What is the historical performance of Nasdaq 100?
| Period | Nasdaq 100 (USD CAGR) | Nasdaq 100 (INR CAGR with depreciation) | Nifty 50 (INR CAGR) |
|---|---|---|---|
| 1995-2026 (~30 years) | ~14% | ~17% | ~13% |
| 2010-2026 (15 years) | ~17% | ~20% | ~12% |
| 2015-2026 (10 years) | ~18% | ~21% | ~13% |
Over long horizons, Nasdaq 100 has outperformed Nifty 50 in INR terms — significantly. The reasons: dominance of secular growth companies (tech, internet, cloud), global market access, scalable business models with high incremental margins.

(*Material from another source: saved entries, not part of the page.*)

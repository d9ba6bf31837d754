package sim

import (
	"math"

	"gonum.org/v1/gonum/spatial/r3"

	"forereach/zones"
)

// Zone is a named volume for ground-truth queries: a hazard zone of the
// cell without its margin (a zones.Shape, or a *zones.Zone at its pose).
type Zone struct {
	Name   string
	Volume interface{ SignedDistance(r3.Vec) float64 }
}

// FixedZones returns the zones of a set that are fixed in the cell, for
// Truth. Zones attached to a robot frame are left out: the simulator does
// not move the robot.
func FixedZones(set *zones.ZoneSet) []Zone {
	var out []Zone
	for i := 0; i < set.Len(); i++ {
		if z := set.Zone(i); z.Frame == "" {
			out = append(out, Zone{Name: z.Name, Volume: z.Shape})
		}
	}
	return out
}

// Entry is a hand inside a zone's shape from Enter to Exit, on the true
// trajectory (tremor included, sensor effects not).
type Entry struct {
	Track, Zone string
	Enter, Exit float64 // seconds; Exit is the run's duration when Open
	Open        bool    // still inside at the end of the run
	Depth       float64 // greatest depth inside the shape, metres (on the scan grid)
}

// NearPass is an approach of a hand to within the near distance of a zone
// without entering it: the hand stayed closer than near from Start to End
// and came closest, Dist metres from the shape's surface, at T.
type NearPass struct {
	Track, Zone string
	Start, End  float64
	T           float64
	Dist        float64
}

// Approach is the closest a hand came to a zone over a run: Dist metres
// from the shape's surface at T (negative: that deep inside).
type Approach struct {
	Track, Zone string
	T           float64
	Dist        float64
}

// Truth is the ground truth of a run against a set of zones.
type Truth struct {
	Entries    []Entry
	NearPasses []NearPass
	// Closest holds, for each zone in the order given, the closest approach
	// of any hand over the run (the first track wins ties).
	Closest []Approach
}

// TruthStep is the scan step of Truth: 1 ms of simulated time. Excursions
// into a zone, or near passes, shorter than this may be missed; crossing
// and closest-approach times are then refined to within TruthTol.
const (
	TruthStep = 1e-3
	TruthTol  = 1e-9
)

// Hysteresis returns the distance by which a hand must leave a zone (or the
// near distance) for an entry (or a near pass) to end: 1 mm, or five times
// the tremor's RMS when that is more, so that a hand resting at a surface
// and trembling across it counts once. The end time is still the last
// crossing of the surface.
func (r *Run) Hysteresis() float64 { return math.Max(0.001, 5*r.sc.Tremor.RMS) }

// Truth scans every track of the run against every zone over [0, Duration]
// and lists the entries into the zones' shapes and the near passes (closer
// than near metres without entering), ordered by track, then zone, then
// time. An entry or a near pass ends only once the hand is Hysteresis()
// beyond the surface or the near distance. Truth does not disturb the
// measurement stream.
func (r *Run) Truth(zs []Zone, near float64) Truth {
	var out Truth
	hyst := r.Hysteresis()
	n := int(math.Ceil(r.duration/TruthStep)) + 1
	out.Closest = make([]Approach, len(zs))
	for i, z := range zs {
		out.Closest[i] = Approach{Zone: z.Name, Dist: math.Inf(1)}
	}
	for _, tp := range r.plans {
		for zi, z := range zs {
			dist := func(t float64) float64 { return z.Volume.SignedDistance(tp.position(t, nil)) }
			outside := func(t float64) float64 { return -dist(t) }
			nearIn := func(t float64) float64 { return dist(t) - near }
			nearOut := func(t float64) float64 { return near - dist(t) }
			var cursor int
			at := func(k int) (float64, float64) {
				t := math.Min(float64(k)*TruthStep, r.duration)
				return t, z.Volume.SignedDistance(tp.position(t, &cursor))
			}
			var (
				inside, exiting bool // in the zone; out of it but within the hysteresis
				entry           Entry
				nearOn, leaving bool // within near; beyond it but within the hysteresis
				np              NearPass
				entered         bool // the hand entered during the current near interval
				bestK           int
			)
			t0, d0 := at(0)
			prevT := t0
			minK, minD := 0, d0
			if d0 <= 0 {
				inside, entered = true, true
				entry = Entry{Track: tp.name, Zone: z.Name, Enter: 0, Depth: -d0}
			}
			if d0 < near {
				nearOn = true
				np = NearPass{Track: tp.name, Zone: z.Name, Start: 0, T: 0, Dist: d0}
			}
			for k := 1; k < n; k++ {
				t, d := at(k)
				if t <= prevT {
					break
				}
				if d < minD {
					minK, minD = k, d
				}
				// entries
				switch {
				case !inside && d <= 0:
					inside, entered = true, true
					entry = Entry{Track: tp.name, Zone: z.Name, Enter: bisect(dist, prevT, t), Depth: -d}
				case inside && d <= 0:
					exiting = false
					entry.Depth = math.Max(entry.Depth, -d)
				case inside:
					if !exiting {
						exiting = true
						entry.Exit = bisect(outside, prevT, t)
					}
					if d > hyst {
						inside, exiting = false, false
						out.Entries = append(out.Entries, entry)
					}
				}
				// near passes
				switch {
				case !nearOn && d < near:
					nearOn, entered = true, inside
					np = NearPass{Track: tp.name, Zone: z.Name, Start: bisect(nearIn, prevT, t), T: t, Dist: d}
					bestK = k
				case nearOn && d < near:
					leaving = false
					if d < np.Dist {
						np.T, np.Dist, bestK = t, d, k
					}
				case nearOn:
					if !leaving {
						leaving = true
						np.End = bisect(nearOut, prevT, t)
					}
					if d >= near+hyst {
						nearOn, leaving = false, false
						if !entered {
							np.T, np.Dist = refineMin(dist, bestK, r.duration)
							out.NearPasses = append(out.NearPasses, np)
						}
					}
				}
				prevT = t
			}
			if c := &out.Closest[zi]; minD < c.Dist {
				c.Track = tp.name
				c.T, c.Dist = refineMin(dist, minK, r.duration)
			}
			if inside {
				if !exiting {
					entry.Exit, entry.Open = r.duration, true
				}
				out.Entries = append(out.Entries, entry)
			}
			if nearOn && !entered {
				if !leaving {
					np.End = r.duration
				}
				np.T, np.Dist = refineMin(dist, bestK, r.duration)
				out.NearPasses = append(out.NearPasses, np)
			}
		}
	}
	return out
}

// bisect finds the time in (a, b] where f changes from > 0 to <= 0, given
// f(a) > 0 >= f(b), to within TruthTol.
func bisect(f func(float64) float64, a, b float64) float64 {
	for b-a > TruthTol {
		m := a + (b-a)/2
		if m <= a || m >= b {
			break
		}
		if f(m) <= 0 {
			b = m
		} else {
			a = m
		}
	}
	return b
}

// refineMin refines a minimum of f found at grid point k by golden-section
// search over the neighbouring grid interval.
func refineMin(f func(float64) float64, k int, end float64) (float64, float64) {
	a := math.Max(0, float64(k-1)*TruthStep)
	b := math.Min(end, float64(k+1)*TruthStep)
	const g = 0.6180339887498949
	c, d := b-g*(b-a), a+g*(b-a)
	fc, fd := f(c), f(d)
	for b-a > TruthTol {
		if fc < fd {
			b, d, fd = d, c, fc
			c = b - g*(b-a)
			fc = f(c)
		} else {
			a, c, fc = c, d, fd
			d = a + g*(b-a)
			fd = f(d)
		}
	}
	t := (a + b) / 2
	ft := f(t)
	// the grid point itself may be lower when f is not unimodal there
	if tk := math.Min(float64(k)*TruthStep, end); f(tk) < ft {
		return tk, f(tk)
	}
	return t, ft
}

The trade-off: higher volatility. Nasdaq 100 drawdowns:
- 2000-2002 (dotcom): -78% peak to trough
- 2008-09 (GFC): -50%
- 2022: -33%
For investors who can sustain these drawdowns without selling, Nasdaq 100 has historically been one of the highest-returning major asset classes.

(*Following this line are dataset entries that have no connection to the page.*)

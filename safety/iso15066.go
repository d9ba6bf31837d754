package safety

import (
	"fmt"
	"math"
)

// SeparationInputs are the terms of the ISO/TS 15066:2016 §5.5.4 protective
// separation distance. Every length is in metres, every speed in m/s, every
// time in seconds; every value must be finite and >= 0.
type SeparationInputs struct {
	// HumanSpeed v_h: the operator's speed towards the robot. Use
	// WalkingSpeed (1.6 m/s, from ISO 13855) when no measured value is used.
	HumanSpeed float64
	// RobotSpeed v_r: the robot's speed towards the operator.
	RobotSpeed float64
	// ReactionTime Tr: time for the system to respond to the operator's
	// presence up to the initiation of the robot's stop.
	ReactionTime float64
	// StoppingTime Ts: time for the robot to come to rest once the stop is
	// initiated.
	StoppingTime float64
	// StoppingDistance: the robot's stopping distance Ss when known
	// (used when > 0).
	StoppingDistance float64
	// StoppingSpeed vs: a constant speed during the stop, used as
	// Ss = vs·Ts when StoppingDistance is not given (0) and this is > 0.
	StoppingSpeed float64
	// Intrusion C: distance a body part can intrude into the sensing field
	// before it is detected.
	Intrusion float64
	// HumanUncertainty Zd and RobotUncertainty Zr: position uncertainty of
	// the operator (sensing) and of the robot.
	HumanUncertainty float64
	RobotUncertainty float64
}

// Separation is the protective separation distance with its terms (metres).
type Separation struct {
	Sp float64 // Sh + Sr + Ss + C + Zd + Zr
	Sh float64 // operator's travel during Tr + Ts
	Sr float64 // robot's travel during Tr
	Ss float64 // robot's travel during Ts (stopping)
	C  float64
	Zd float64
	Zr float64
}

// ProtectiveSeparation computes the protective separation distance of
// ISO/TS 15066:2016 §5.5.4,
//
//	Sp = Sh + Sr + Ss + C + Zd + Zr,
//
// with the constant-speed simplification of the integrals:
//
//	Sh = v_h·(Tr + Ts)   the operator keeps approaching until the robot rests,
//	Sr = v_r·Tr          the robot keeps its speed until the stop begins,
//	Ss = StoppingDistance when given (> 0); otherwise vs·Ts when a stopping
//	     speed is given (> 0); otherwise v_r·Ts, i.e. the robot is assumed to
//	     keep its speed for the whole stopping time — an upper bound of the
//	     stopping distance, since the speed does not grow while stopping.
//
// It returns an error naming the first input that is negative or not finite.
func ProtectiveSeparation(in SeparationInputs) (Separation, error) {
	for _, f := range [...]struct {
		name string
		v    float64
	}{
		{"human speed v_h", in.HumanSpeed},
		{"robot speed v_r", in.RobotSpeed},
		{"reaction time Tr", in.ReactionTime},
		{"stopping time Ts", in.StoppingTime},
		{"stopping distance Ss", in.StoppingDistance},
		{"stopping speed vs", in.StoppingSpeed},
		{"intrusion C", in.Intrusion},
		{"human position uncertainty Zd", in.HumanUncertainty},
		{"robot position uncertainty Zr", in.RobotUncertainty},
	} {
		if math.IsNaN(f.v) || math.IsInf(f.v, 0) || f.v < 0 {
			return Separation{}, fmt.Errorf("protective separation: %s = %v: must be finite and >= 0", f.name, f.v)
		}
	}
	s := Separation{
		Sh: in.HumanSpeed * (in.ReactionTime + in.StoppingTime),
		Sr: in.RobotSpeed * in.ReactionTime,
		C:  in.Intrusion,
		Zd: in.HumanUncertainty,
		Zr: in.RobotUncertainty,
	}
	switch {
	case in.StoppingDistance > 0:
		s.Ss = in.StoppingDistance
	case in.StoppingSpeed > 0:
		s.Ss = in.StoppingSpeed * in.StoppingTime
	default:
		s.Ss = in.RobotSpeed * in.StoppingTime
	}
	s.Sp = s.Sh + s.Sr + s.Ss + s.C + s.Zd + s.Zr
	return s, nil
}
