// Package sim is the operator-approach simulator: it reads a scenario (our
// own YAML format: operators with hands, a timeline of movement primitives,
// sensor effects), and produces the measurements a hand tracker would have
// delivered, in arrival order, on its own simulated time axis starting at
// 0 s. It also gives the ground truth of a run: when each movement started
// and ended, which tracking losses were planted, when a hand entered a zone
// or passed close to it.
//
// The package does no I/O beyond the readers and writers it is given and
// never reads the wall clock; a run is reproducible: the same scenario and
// seed give the same measurements, bit for bit.
//
//	sc, err := sim.Load(f, "demo.yaml", cell) // cell may be nil
//	r := sc.Run(seed)                         // or sc.RunN(seed, i) for run i of a series
//	for m, ok := r.Next(); ok; m, ok = r.Next() {
//		// m.Track, m.T (source time), m.Arrival, m.P (measured), m.Truth
//	}
//	truth := r.Truth(sim.FixedZones(zoneSet), 0.1) // entries, near passes, closest approaches
//
// # Scenario files
//
// Lengths are in metres (or millimetres with units: mm), speeds in length
// units per second, durations are Go durations with a unit ("600ms",
// "1.5s"), angles in degrees. The cell frame is right-handed with z up and
// the floor at z = 0. Unknown keys are errors; every error names
// file:line:column and the field.
//
// Wherever the reference says "or a range", a value may be written as a
// two-element list [low, high]: it is drawn uniformly for each run.
//
//	scenario: demo            # name (default: the file's base name)
//	cell: pl3-palletiser      # the cell it is written for; checked against -c
//	units: m                  # m (default) or mm
//	seed: 1                   # default seed
//	duration: 10s             # run length (default: end of the last step + tail)
//	tail: 500ms               # time after the last step (default 0.5 s)
//	fitts: {a: 100ms, b: 150ms, width: 0.05}   # Fitts' law defaults (see DefaultFitts)
//	tremor: {rms: 0.0002, band: [8, 12]}       # physiological tremor (see DefaultTremor)
//	sensor:
//	  rate: 100               # frames per second
//	  noise: 0.002            # Gaussian position noise, s.d. per axis
//	  latency: 20ms           # mean delay from source time to arrival
//	  jitter: 3ms             # s.d. of the delay (Gaussian, cut at 0)
//	  in_order: true          # a track's samples arrive in source order
//	  dropout: {fraction: 0.01, gap: 50ms}     # random loss: long-run fraction, mean gap
//	  outliers: {rate: 0.001, size: 0.3}       # probability per sample, offset length
//	  occluders:              # a hand inside one is not seen
//	    - {name: stack, box: {min: [4.8, 0.6, 0], max: [6.0, 1.4, 2.0]}}
//	    # any zone shape of the cell file: box, obox, sphere, cylinder, capsule, prism
//	  losses:                 # planted tracking losses
//	    - {track: op1/right, at: 6s, duration: 500ms}   # track, operator, or omitted: all
//	stations:                 # named points; add to (and override) the cell's
//	  - {name: kit-bench, at: [0.3, 1.6, 0.9]}
//	  - {name: kit-tote, at: [0.3, 2.1, 0.85]}
//	operators:
//	  - name: op1             # letters, digits, - _ . ; tracks are op1/<hand>
//	    at: [1.1, 0.6]        # floor position at the start
//	    heading: 90           # facing direction, degrees from +x counter-clockwise
//	    hands:                # default: left [0.25, 0.2, 1.0] and right [0.25, -0.2, 1.0]
//	      - {name: left, rest: [0.25, 0.2, 1.0]}     # body frame: forward, left, up
//	      - {name: right, rest: [0.25, -0.2, 1.0]}
//	    swing: {amplitude: 0.15, frequency: 1.0}     # arm swing while walking
//	    timeline:             # steps run one after the other
//	      - walk: {to: [1.1, 3.7], speed: 1.6, standoff: 0, spread: [0, 0.1, 0]}
//	      - reach: {hand: right, to: infeed, spread: 0.02, duration: 500ms, lift: 0}
//	      - reach: {hand: right, to: rest, width: 0.05}  # duration from Fitts' law
//	      - sweep: {hand: left, center: [1.1, 3.7], angle: -90, rise: 0, duration: 1s}
//	      - pick_place: {hand: left, from: kit-tote, to: kit-bench, cycles: 3,
//	                     dwell: 300ms, lift: 0.1, spread: 0.02, duration: 700ms}
//	      - pause: 400ms
//	      - at: 7s            # start no earlier than 7 s (or a range)
//	        label: jab        # appears in the ground truth
//	        reach: {hand: right, to: [1.62, 3.9, 1.0], duration: 350ms}
//	      - parallel: true    # starts together with the step before (another hand)
//	        reach: {hand: left, to: rest, duration: 350ms}
//
// Targets (to, from, center) are a station name, a point [x, y, z] (walk
// and center also take [x, y]), or rest, the hand's rest position in front
// of the operator where they stand. spread adds a uniform offset of up to
// ± the given amount per axis (one value or [sx, sy, sz]), drawn per run
// (per cycle for pick_place). A movement takes duration (a value or a
// range), or, without it, the Fitts' law time for its distance and width.
//
// Primitives:
//
//   - reach: a minimum-jerk point-to-point movement (Flash & Hogan, 1985)
//     from where the hand is; lift raises the middle of the path by lift
//     (vertical offset lift·4s(1−s) on the progress s), keeping zero
//     velocity and acceleration at both ends.
//   - walk: the whole operator walks in a straight line at speed (default
//     WalkSpeed, 1.6 m/s, ISO 13855), stopping standoff short of the
//     target, and then faces the walking direction. The hands blend to
//     their rest positions over the first 0.6 s (at most half the walk) and
//     swing along the walking direction, left and right in antiphase.
//   - sweep: the hand turns about the vertical axis through center by angle
//     (positive counter-clockwise) with a minimum-jerk angle profile,
//     rising by rise.
//   - pick_place: cycles of reach to from, dwell, reach to to, dwell.
//   - pause: nothing moves (but the tremor).
//
// A step with at starts at that time, or when the step before ends if
// later. Times in the ground truth (Run.Actions) are exact; with the tremor
// off (tremor: {rms: 0}) a reach whose midpoint lies on a zone's face
// crosses it at exactly half its duration, which makes planted incidents
// easy to write.
package sim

How do I invest in Nasdaq 100 from India?
Three paths, each with different costs and complexity:
Path 1: Motilal Oswal Nasdaq 100 Fund of Fund (FoF)

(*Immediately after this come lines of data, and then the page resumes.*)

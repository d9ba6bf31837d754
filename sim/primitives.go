package sim

import (
	"math"

	"gonum.org/v1/gonum/spatial/r3"
)

// MinJerk is a minimum-jerk point-to-point movement (Flash & Hogan, 1985):
// the path that minimises the integrated squared jerk between rest at From
// and rest at To over Duration seconds starting at Start. It is a straight
// line travelled with the progress s(τ) = 10τ³ − 15τ⁴ + 6τ⁵, τ = (t−Start)/T.
// Before Start it is at From, after the end at To.
type MinJerk struct {
	From, To r3.Vec
	Start    float64 // seconds
	Duration float64 // seconds, > 0
}

// MinJerkProgress returns s(τ), ds/dτ and d²s/dτ² of the minimum-jerk
// profile: the polynomial on [0, 1], at rest (0 before, 1 after) outside.
func MinJerkProgress(tau float64) (s, ds, dds float64) {
	if tau < 0 || math.IsNaN(tau) {
		return 0, 0, 0
	}
	if tau > 1 {
		return 1, 0, 0
	}
	t2 := tau * tau
	t3 := t2 * tau
	s = t3 * (10 + tau*(-15+6*tau))
	ds = t2 * (30 + tau*(-60+30*tau))
	dds = tau * (60 + tau*(-180+120*tau))
	return s, ds, dds
}

func (m MinJerk) tau(t float64) float64 { return (t - m.Start) / m.Duration }

// Position at time t. It is exactly To from the end on.
func (m MinJerk) Position(t float64) r3.Vec {
	tau := m.tau(t)
	if tau >= 1 {
		return m.To
	}
	s, _, _ := MinJerkProgress(tau)
	return r3.Add(m.From, r3.Scale(s, r3.Sub(m.To, m.From)))
}

// Velocity at time t, metres per second.
func (m MinJerk) Velocity(t float64) r3.Vec {
	_, ds, _ := MinJerkProgress(m.tau(t))
	return r3.Scale(ds/m.Duration, r3.Sub(m.To, m.From))
}

// Acceleration at time t, metres per second squared.
func (m MinJerk) Acceleration(t float64) r3.Vec {
	_, _, dds := MinJerkProgress(m.tau(t))
	return r3.Scale(dds/(m.Duration*m.Duration), r3.Sub(m.To, m.From))
}

// FittsDuration returns the movement time of Fitts' law in its Shannon form,
// MT = a + b·log2(D/W + 1) (MacKenzie, 1992), for intercept a (seconds),
// slope b (seconds per bit), distance d and target width w (same length
// unit, w > 0).
func FittsDuration(a, b, d, w float64) float64 {
	return a + b*math.Log2(d/w+1)
}

// segment is one piece of a hand's true trajectory in the cell frame,
// valid on [t0, t1].
type segment interface {
	span() (t0, t1 float64)
	at(t float64) r3.Vec
	// final is the position at the end, exactly (at(t1) may differ by
	// rounding of t1 − t0).
	final() r3.Vec
}

// holdSeg keeps the hand still at p.
type holdSeg struct {
	t0, t1 float64
	p      r3.Vec
}

func (h *holdSeg) span() (float64, float64) { return h.t0, h.t1 }
func (h *holdSeg) at(float64) r3.Vec        { return h.p }
func (h *holdSeg) final() r3.Vec            { return h.p }

// reachSeg is a minimum-jerk reach, optionally lifted: the vertical offset
// lift·4·s(1−s) (s the minimum-jerk progress) raises the middle of the path
// by lift and keeps zero velocity and acceleration at both ends.
type reachSeg struct {
	m    MinJerk
	lift float64
}

func (r *reachSeg) span() (float64, float64) { return r.m.Start, r.m.Start + r.m.Duration }
func (r *reachSeg) final() r3.Vec            { return r.m.To }
func (r *reachSeg) at(t float64) r3.Vec {
	if r.lift == 0 {
		return r.m.Position(t)
	}
	tau := r.m.tau(t)
	if tau >= 1 {
		return r.m.To
	}
	s, _, _ := MinJerkProgress(tau)
	p := r3.Add(r.m.From, r3.Scale(s, r3.Sub(r.m.To, r.m.From)))
	p.Z += r.lift * 4 * s * (1 - s)
	return p
}

// sweepSeg turns the hand about the vertical axis through (cx, cy) by angle
// radians with a minimum-jerk angle profile, rising by rise metres.
type sweepSeg struct {
	t0, dur float64
	cx, cy  float64
	from    r3.Vec
	angle   float64
	rise    float64
}

func (w *sweepSeg) span() (float64, float64) { return w.t0, w.t0 + w.dur }
func (w *sweepSeg) final() r3.Vec            { return w.at(math.Inf(1)) }
func (w *sweepSeg) at(t float64) r3.Vec {
	s, _, _ := MinJerkProgress((t - w.t0) / w.dur)
	a := s * w.angle
	sin, cos := math.Sincos(a)
	dx, dy := w.from.X-w.cx, w.from.Y-w.cy
	return r3.Vec{
		X: w.cx + cos*dx - sin*dy,
		Y: w.cy + sin*dx + cos*dy,
		Z: w.from.Z + s*w.rise,
	}
}

// body is the operator's floor position and heading during a walk.
type walkPlan struct {
	t0, dur  float64
	from, to r3.Vec  // floor points (z = 0)
	heading  float64 // radians from +x, counter-clockwise; the walking direction
}

func (w *walkPlan) pos(t float64) r3.Vec {
	if w.dur <= 0 {
		return w.to
	}
	u := (t - w.t0) / w.dur
	u = math.Max(0, math.Min(1, u))
	return r3.Add(w.from, r3.Scale(u, r3.Sub(w.to, w.from)))
}

// walkSeg carries a hand along with a walking operator. The hand's offset in
// the body frame (x forward, y left, z up) blends with a minimum-jerk profile
// from where the hand was at the start to its rest offset over the first
// blend seconds, and an arm swing along the walking direction,
// amp·sin(2π·freq·(t−t0) + phase), fades in over the first blend seconds and
// out over the last, so that position is continuous at both ends.
type walkSeg struct {
	w           *walkPlan
	start, rest r3.Vec // body-frame offsets
	blend       float64
	amp, freq   float64
	phase       float64
}

func (s *walkSeg) span() (float64, float64) { return s.w.t0, s.w.t0 + s.w.dur }
func (s *walkSeg) final() r3.Vec            { return bodyToCell(s.w.to, s.w.heading, s.rest) }
func (s *walkSeg) at(t float64) r3.Vec {
	dt := t - s.w.t0
	b, _, _ := MinJerkProgress(dt / s.blend)
	off := r3.Add(s.start, r3.Scale(b, r3.Sub(s.rest, s.start)))
	fadeIn, _, _ := MinJerkProgress(dt / s.blend)
	fadeOut, _, _ := MinJerkProgress((s.w.dur - dt) / s.blend)
	off.X += fadeIn * fadeOut * s.amp * math.Sin(2*math.Pi*s.freq*dt+s.phase)
	return bodyToCell(s.w.pos(t), s.w.heading, off)
}

// bodyToCell maps an offset in the body frame (x forward, y left, z up) of
// an operator standing at floor point at with the given heading to the cell
// frame.
func bodyToCell(at r3.Vec, heading float64, off r3.Vec) r3.Vec {
	sin, cos := math.Sincos(heading)
	return r3.Vec{
		X: at.X + cos*off.X - sin*off.Y,
		Y: at.Y + sin*off.X + cos*off.Y,
		Z: at.Z + off.Z,
	}
}

// cellToBody is the inverse of bodyToCell.
func cellToBody(at r3.Vec, heading float64, p r3.Vec) r3.Vec {
	sin, cos := math.Sincos(heading)
	d := r3.Sub(p, at)
	return r3.Vec{
		X: cos*d.X + sin*d.Y,
		Y: -sin*d.X + cos*d.Y,
		Z: d.Z,
	}
}

// tremor is physiological tremor of one hand: per axis, a sum of three
// sinusoids with frequencies in the band and random phases, each of
// amplitude rms/√1.5 so that the axis' RMS is rms.
type tremor struct {
	amp   float64
	freq  [3][3]float64 // [axis][component], radians per second
	phase [3][3]float64
}

func (tr *tremor) at(t float64) r3.Vec {
	if tr.amp == 0 {
		return r3.Vec{}
	}
	var v [3]float64
	for a := range 3 {
		for k := range 3 {
			v[a] += math.Sin(tr.freq[a][k]*t + tr.phase[a][k])
		}
		v[a] *= tr.amp
	}
	return r3.Vec{X: v[0], Y: v[1], Z: v[2]}
}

- Standard Indian mutual fund
- Minimum: ₹500 SIP
- Expense ratio: ~0.45-0.65% (Indian fund) + ~0.20% (underlying ETF) = ~0.65-0.85% total
- Tax: Indian slab rate (non-equity fund treatment)
- Process: Same as any Indian MF — KYC, online application, SIP setup
- Best for: ₹5,000-₹15,00,000 in Nasdaq exposure; convenience priority
Path 2: Motilal Oswal Nasdaq 100 ETF on Indian exchanges
- Listed on NSE (symbol: N100)
- Requires demat account
- Trading like a stock
- Expense ratio: ~0.55-0.75%
- Tax: Same as Indian mutual funds (non-equity)
- Best for: Lump sum investments where SIP isn't critical
Path 3: Direct QQQ ETF via LRS (US exchanges)
- The actual Invesco QQQ ETF on Nasdaq exchange
- Requires LRS, W-8BEN, US broker account (Vested/INDmoney)
- Expense ratio: 0.20% (lowest)
- Tax: Indian capital gains rules
- Best for: ₹15+ lakh in Nasdaq exposure; cost optimisation priority
How does Nasdaq 100 compare to S&P 500 for Indian investors?
| Factor | Nasdaq 100 | S&P 500 |
|---|---|---|
| Number of stocks | 100 | 500 |
| Sector concentration | High tech | Diversified |
| Volatility | Higher | Lower |
| Long-term CAGR | ~14% USD | ~10-11% USD |
| Drawdowns | Deeper | Shallower |
| Tech exposure | ~50% | ~25-30% |
| Indian fund options | Motilal Oswal Nasdaq 100 | Many (ICICI US Bluechip, Franklin, others) |
Choice framework:
- Want highest-return potential with tolerance for volatility: Nasdaq 100
- Want broad US market exposure with stability: S&P 500
- For a 10-20% international allocation: either works; combining both (50-50) gives balanced US exposure
What are the tax considerations for Nasdaq 100 funds?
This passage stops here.